The outcome of Jan’s treatment is nothing short of remarkable. After the two-month period, she not only became symptom-free but also felt fantastic. Her experience serves as a testament to the efficacy of natural and holistic approaches to health, highlighting that surgery isn’t always the only solution to thyroid disorders. By embracing the right combination of herbal supplements and nutrients, Jan was able to restore her thyroid function, thereby regaining her overall health and vitality.
She also still has a fully functional and healthy thyroid as, with treatment, it did not require surgical removal.
The take-away? There are diagnosis and treatment options available, both medicinal and natural, to treat these conditions.
Herbal Treatment Options
While herbal treatments and nutrients can play a complementary role in managing hyperthyroidism, it’s important to note that these should be used after functional testing has taken place to make sure they’re correct for the individual set of signs & symptoms, in that particular individual.
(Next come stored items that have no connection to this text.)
package rpc

import (
	"context"

	glissv1 "github.com/gliss-lab/gliss/api/gliss/v1"
	"github.com/gliss-lab/gliss/service/engine"
	"github.com/gliss-lab/gliss/service/store"
)

// Scans implements gliss.v1.ScanService over an engine.
type Scans struct {
	glissv1.UnimplementedScanServiceServer
	Engine *engine.Engine
	// SharedEncoding encodes each point event once for all its watchers;
	// it needs the server to run with ServerCodec.
	SharedEncoding bool
	// Route, when set, names the controller of a scan that Engine does not
	// run (a replay on its own simulated bench): pause, resume and cancel
	// go there. nil from Route: Engine.
	Route func(id string) ScanControl

	events eventCache
}

// ScanControl is what pause, resume and cancel need of an engine.
type ScanControl interface {
	Pause(ctx context.Context, id, reason string) (*glissv1.Scan, error)
	Resume(ctx context.Context, id string) (*glissv1.Scan, error)
	Cancel(ctx context.Context, id, reason string) (*glissv1.Scan, error)
}

// control is the engine that controls scan id.
func (s *Scans) control(id string) ScanControl {
	if s.Route != nil {
		if c := s.Route(id); c != nil {
			return c
		}
	}
	return s.Engine
}

func needID(id string) error {
	if id == "" {
		return invalidField("id", "missing: give the scan id (gliss scan list shows them)")
	}
	return nil
}

// SubmitScan validates and queues a scan (or only previews it).
func (s *Scans) SubmitScan(ctx context.Context, req *glissv1.SubmitScanRequest) (*glissv1.SubmitScanResponse, error) {
	if req.GetValidateOnly() {
		_, pv, err := s.Engine.Validate(req.GetSpec())
		if err != nil {
			return nil, toStatus(err)
		}
		return &glissv1.SubmitScanResponse{Scan: &glissv1.Scan{Spec: req.GetSpec(), Preview: pv, Bench: s.Engine.Bench().Name}}, nil
	}
	sc, err := s.Engine.Submit(ctx, req.GetSpec())
	if err != nil {
		return nil, toStatus(err)
	}
	return &glissv1.SubmitScanResponse{Scan: sc}, nil
}

// GetScan returns one scan.
func (s *Scans) GetScan(ctx context.Context, req *glissv1.GetScanRequest) (*glissv1.Scan, error) {
	if err := needID(req.GetId()); err != nil {
		return nil, err
	}
	sc, err := s.Engine.Get(req.GetId())
	return sc, toStatus(err)
}

// ListScans lists scans newest first.
func (s *Scans) ListScans(ctx context.Context, req *glissv1.ListScansRequest) (*glissv1.ListScansResponse, error) {
	if req.GetPageSize() > 1000 {
		return nil, invalidField("page_size", "%d: allowed 1 to 1000 (0 means 50)", req.GetPageSize())
	}
	size := int(req.GetPageSize())
	if size == 0 {
		size = 50
	}
	scans, next, err := s.Engine.List(store.ListFilter{PageSize: size, PageToken: req.GetPageToken(), States: req.GetStates(), NameContains: req.GetNameContains()})
	if err != nil {
		return nil, toStatus(err)
	}
	return &glissv1.ListScansResponse{Scans: scans, NextPageToken: next}, nil
}

// WatchScan streams a scan's events.
func (s *Scans) WatchScan(req *glissv1.WatchScanRequest, stream glissv1.ScanService_WatchScanServer) error {
	if err := needID(req.GetId()); err != nil {
		return err
	}
	s.events.join(req.GetId())
	defer s.events.leave(req.GetId())
	send := func(ev *glissv1.ScanEvent) error {
		if p := ev.GetPoint(); p != nil && s.SharedEncoding {
			b, err := s.events.encoded(p)
			if err != nil {
				return err
			}
			return stream.SendMsg(&preEncoded{b: b})
		}
		return stream.Send(ev)
	}
	return toStatus(s.Engine.Watch(stream.Context(), req.GetId(), req.GetFromSeq(), send))
}

// ReadPoints streams stored points.
func (s *Scans) ReadPoints(req *glissv1.ReadPointsRequest, stream glissv1.ScanService_ReadPointsServer) error {
	if err := needID(req.GetId()); err != nil {
		return err
	}
	return toStatus(s.Engine.ReadPoints(stream.Context(), req.GetId(), req.GetFromSeq(), req.GetLimit(), stream.Send))
}

// PauseScan pauses after the current point.
func (s *Scans) PauseScan(ctx context.Context, req *glissv1.PauseScanRequest) (*glissv1.Scan, error) {
	if err := needID(req.GetId()); err != nil {
		return nil, err
	}
	sc, err := s.control(req.GetId()).Pause(ctx, req.GetId(), req.GetReason())
	return sc, toStatus(err)
}

// ResumeScan continues a paused or interrupted scan.
func (s *Scans) ResumeScan(ctx context.Context, req *glissv1.ResumeScanRequest) (*glissv1.Scan, error) {
	if err := needID(req.GetId()); err != nil {
		return nil, err
	}
	sc, err := s.control(req.GetId()).Resume(ctx, req.GetId())
	return sc, toStatus(err)
}

// CancelScan stops a scan after the current point.
func (s *Scans) CancelScan(ctx context.Context, req *glissv1.CancelScanRequest) (*glissv1.Scan, error) {
	if err := needID(req.GetId()); err != nil {
		return nil, err
	}
	sc, err := s.control(req.GetId()).Cancel(ctx, req.GetId(), req.GetReason())
	return sc, toStatus(err)
}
Here are some herbs and nutrients to benefit in managing hyperthyroidism:
1. Bugleweed (Lycopus virginicus): Bugleweed is an herb known for its potential to reduce thyroid activity. It contains compounds that may help regulate an overactive thyroid gland.
2. Lemon Balm (Melissa officinalis): Lemon balm has calming properties and may help alleviate anxiety and nervousness associated with hyperthyroidism.
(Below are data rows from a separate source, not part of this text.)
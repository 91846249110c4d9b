package lineproto

import (
	"errors"
	"fmt"
	"math"
	"regexp"
	"strconv"
	"strings"

	"go.yaml.in/yaml/v3"

	"github.com/gliss-lab/gliss/drivers/benchfile/yamlnode"
)

// ErrBadReply marks a reply that cannot be read as what was asked for. It
// is a fault, never a zero.
var ErrBadReply = errors.New("unreadable reply")

// ErrRefused marks an error reply or an error reported by the error query.
var ErrRefused = errors.New("instrument reports an error")

// Pattern is a regular expression (RE2 syntax) from a bench file.
type Pattern struct{ re *regexp.Regexp }

// DecodeNode implements yamlnode.Unmarshaler.
func (p *Pattern) DecodeNode(d *yamlnode.Decoder, n *yaml.Node, key string) error {
	var s string
	d.Decode(n, key, &s)
	if s == "" {
		return nil
	}
	re, err := regexp.Compile(s)
	if err != nil {
		return fmt.Errorf("pattern %q: %v", s, err)
	}
	p.re = re
	return nil
}

// MustPattern compiles a pattern for built-in defaults.
func MustPattern(s string) *Pattern { return &Pattern{re: regexp.MustCompile(s)} }

// Match reports whether s matches; an absent pattern matches nothing.
func (p *Pattern) Match(s string) bool { return p != nil && p.re != nil && p.re.MatchString(s) }

func (p *Pattern) String() string {
	if p == nil || p.re == nil {
		return ""
	}
	return p.re.String()
}

// decimalNumber is a plain decimal number: no hex, no underscores, no
// "Inf"/"NaN" (which strconv.ParseFloat would accept).
var decimalNumber = regexp.MustCompile(`^[-+]?(?:[0-9]+\.?[0-9]*|\.[0-9]+)(?:[eE][-+]?[0-9]{1,4})?$`)

// defaultNumber is "number, optionally followed by a unit".
var defaultNumber = regexp.MustCompile(`^\s*([-+]?(?:[0-9]+\.?[0-9]*|\.[0-9]+)(?:[eE][-+]?[0-9]+)?)\s*([A-Za-zµ°%]*)\s*$`)

// siPrefix gives the decimal exponent of a unit prefix.
var siPrefix = map[string]int{
	"": 0, "p": -12, "n": -9, "u": -6, "µ": -6, "m": -3, "k": 3, "M": 6, "G": 9,
}

// unitShift is the power of ten that converts a value in unit got to unit
// want: equal units, or the same base unit with SI prefixes (1 mW =
// 10³ µW). An empty got means the reply carried no unit and is taken to be
// in want.
func unitShift(got, want string) (int, error) {
	if got == "" || got == want {
		return 0, nil
	}
	if want == "" {
		return 0, fmt.Errorf("reply carries unit %q, but the bench file names none for it", got)
	}
	for _, base := range []string{"W", "m", "K", "s", "Hz", "eV", "deg", "°", "V", "A"} {
		pg, okg := strings.CutSuffix(got, base)
		pw, okw := strings.CutSuffix(want, base)
		if !okg || !okw {
			continue
		}
		eg, okg := siPrefix[pg]
		ew, okw := siPrefix[pw]
		if okg && okw {
			return eg - ew, nil
		}
	}
	return 0, fmt.Errorf("unit %q cannot be converted to %q", got, want)
}

// shiftDecimal parses num·10^shift as one decimal number, so that the
// conversion adds no rounding of its own ("1.5E-2" mW → 15 µW exactly).
func shiftDecimal(num string, shift int) (float64, error) {
	if shift == 0 {
		return strconv.ParseFloat(num, 64)
	}
	mant, exp := num, 0
	if i := strings.IndexAny(num, "eE"); i >= 0 {
		e, err := strconv.Atoi(num[i+1:])
		if err != nil {
			return 0, err
		}
		mant, exp = num[:i], e
	}
	return strconv.ParseFloat(mant+"e"+strconv.Itoa(exp+shift), 64)
}

// ParseNumber reads a number from a reply. With a pattern, its group named
// "value" holds the number and an optional group "unit" the unit; without
// one, the reply is a number optionally followed by a unit. assumed is the
// unit of a reply that carries none ("" means want); want is the unit the
// caller works in ("" for none). A value in another SI prefix of the same
// unit is converted. NaN, infinities and anything else that is not a number
// are ErrBadReply.
func ParseNumber(reply string, p *Pattern, assumed, want string) (float64, error) {
	var num, unit string
	if p != nil && p.re != nil {
		m := p.re.FindStringSubmatch(reply)
		if m == nil {
			return 0, fmt.Errorf("%w: %q does not match %q", ErrBadReply, reply, p.re.String())
		}
		i := p.re.SubexpIndex("value")
		if i < 0 {
			return 0, fmt.Errorf("%w: pattern %q has no group named value", ErrBadReply, p.re.String())
		}
		num = strings.TrimSpace(m[i])
		if j := p.re.SubexpIndex("unit"); j >= 0 {
			unit = m[j]
		}
	} else {
		m := defaultNumber.FindStringSubmatch(reply)
		if m == nil {
			return 0, fmt.Errorf("%w: %q is not a number with an optional unit", ErrBadReply, reply)
		}
		num, unit = m[1], m[2]
	}
	if unit == "" {
		unit = assumed
	}
	shift, err := unitShift(unit, want)
	if err != nil {
		return 0, fmt.Errorf("%w: %q: %v", ErrBadReply, reply, err)
	}
	if !decimalNumber.MatchString(num) {
		return 0, fmt.Errorf("%w: %q is not a finite number", ErrBadReply, num)
	}
	x, err := shiftDecimal(num, shift)
	if err != nil || math.IsNaN(x) || math.IsInf(x, 0) {
		return 0, fmt.Errorf("%w: %q is not a finite number", ErrBadReply, num)
	}
	return x, nil
}

// ParseCounts reads one count per channel. With a pattern, each channel's
// count is in the group named after the channel; without one, the reply is
// exactly len(channels) non-negative integers separated by spaces or commas.
func ParseCounts(reply string, p *Pattern, channels []string) ([]uint64, error) {
	var fields []string
	if p != nil && p.re != nil {
		m := p.re.FindStringSubmatch(reply)
		if m == nil {
			return nil, fmt.Errorf("%w: %q does not match %q", ErrBadReply, reply, p.re.String())
		}
		for _, ch := range channels {
			i := p.re.SubexpIndex(ch)
			if i < 0 {
				return nil, fmt.Errorf("%w: pattern %q has no group named %s", ErrBadReply, p.re.String(), ch)
			}
			fields = append(fields, m[i])
		}
	} else {
		fields = strings.FieldsFunc(reply, func(r rune) bool { return r == ' ' || r == ',' || r == '\t' })
		if len(fields) != len(channels) {
			return nil, fmt.Errorf("%w: %q has %d fields, want %d counts (%s)", ErrBadReply, reply, len(fields), len(channels), strings.Join(channels, ", "))
		}
	}
	out := make([]uint64, len(fields))
	for i, f := range fields {
		v, err := strconv.ParseUint(strings.TrimSpace(f), 10, 64)
		if err != nil {
			return nil, fmt.Errorf("%w: count %q of channel %s is not a non-negative integer", ErrBadReply, f, channels[i])
		}
		out[i] = v
	}
	return out, nil
}

// ParseState reads a busy/ready reply: it must match exactly one of the
// two patterns.
func ParseState(reply string, busy, ready *Pattern) (isBusy bool, err error) {
	b, r := busy.Match(reply), ready.Match(reply)
	switch {
	case b && !r:
		return true, nil
	case r && !b:
		return false, nil
	case b && r:
		return false, fmt.Errorf("%w: %q matches both the busy %q and the ready %q pattern", ErrBadReply, reply, busy, ready)
	}
	return false, fmt.Errorf("%w: %q matches neither busy %q nor ready %q", ErrBadReply, reply, busy, ready)
}

// Query is a command that expects a reply, with how to read it. In a bench
// file it is a string (the command; the reply is a number with an optional
// unit) or a mapping. Unit is the unit of a reply that carries none (a power
// meter answering in W: unit W); a reply's own unit is converted by its SI
// prefix to the role's unit (µW for power, K for temperature; for
// positions, Unit itself, before scale and offset):
//
//	position: {send: "POS?", pattern: '^POS (?P<value>\S+)$'}
//	busy:     {send: "BUSY?", busy: '^BUSY 1$', ready: '^BUSY 0$'}
//	read:     {send: "PWR?", unit: uW}
type Query struct {
	Send    Template
	Pattern *Pattern
	Unit    string
	Busy    *Pattern
	Ready   *Pattern
}

type queryFields struct {
	Send    *yaml.Node `bench:"send,required"`
	Pattern *Pattern   `bench:"pattern"`
	Unit    string     `bench:"unit"`
	Busy    *Pattern   `bench:"busy"`
	Ready   *Pattern   `bench:"ready"`
}

func decodeQuery(d *yamlnode.Decoder, n *yaml.Node, key string, allowed ...string) *Query {
	q := &Query{}
	if n.Kind == yaml.ScalarNode {
		q.Send = decodeTemplate(d, n, key, allowed...)
		return q
	}
	var f queryFields
	d.Decode(n, key, &f)
	if f.Send != nil {
		q.Send = decodeTemplate(d, f.Send, yamlnode.Key(key, "send"), allowed...)
	}
	q.Pattern, q.Unit, q.Busy, q.Ready = f.Pattern, f.Unit, f.Busy, f.Ready
	return q
}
3. Motherwort (Leonurus cardiaca): Motherwort is another herb with calming effects, potentially aiding in the management of anxiety and palpitations associated with hyperthyroidism.
6. Selenium: Selenium is a trace element that may help regulate thyroid function. It can be obtained from dietary sources or supplements. However, excessive selenium intake can be harmful, so it’s important to consult with a healthcare professional.
7. L-Carnitine: Some studies suggest that L-carnitine supplementation may help alleviate symptoms of hyperthyroidism, particularly muscle weakness and fatigue.
8. Ashwagandha (Withania somnifera): Ashwagandha is an adaptogen herb that may help reduce stress and anxiety associated with hyperthyroidism.
9. Omega-3 Fatty Acids: Omega-3 fatty acids, found in fish oil and flaxseed, may help reduce inflammation and support overall thyroid health.
10. Vitamin D: Adequate vitamin D levels are important for overall health and may have a role in thyroid function. Maintaining sufficient vitamin D levels can be beneficial for individuals with hyperthyroidism.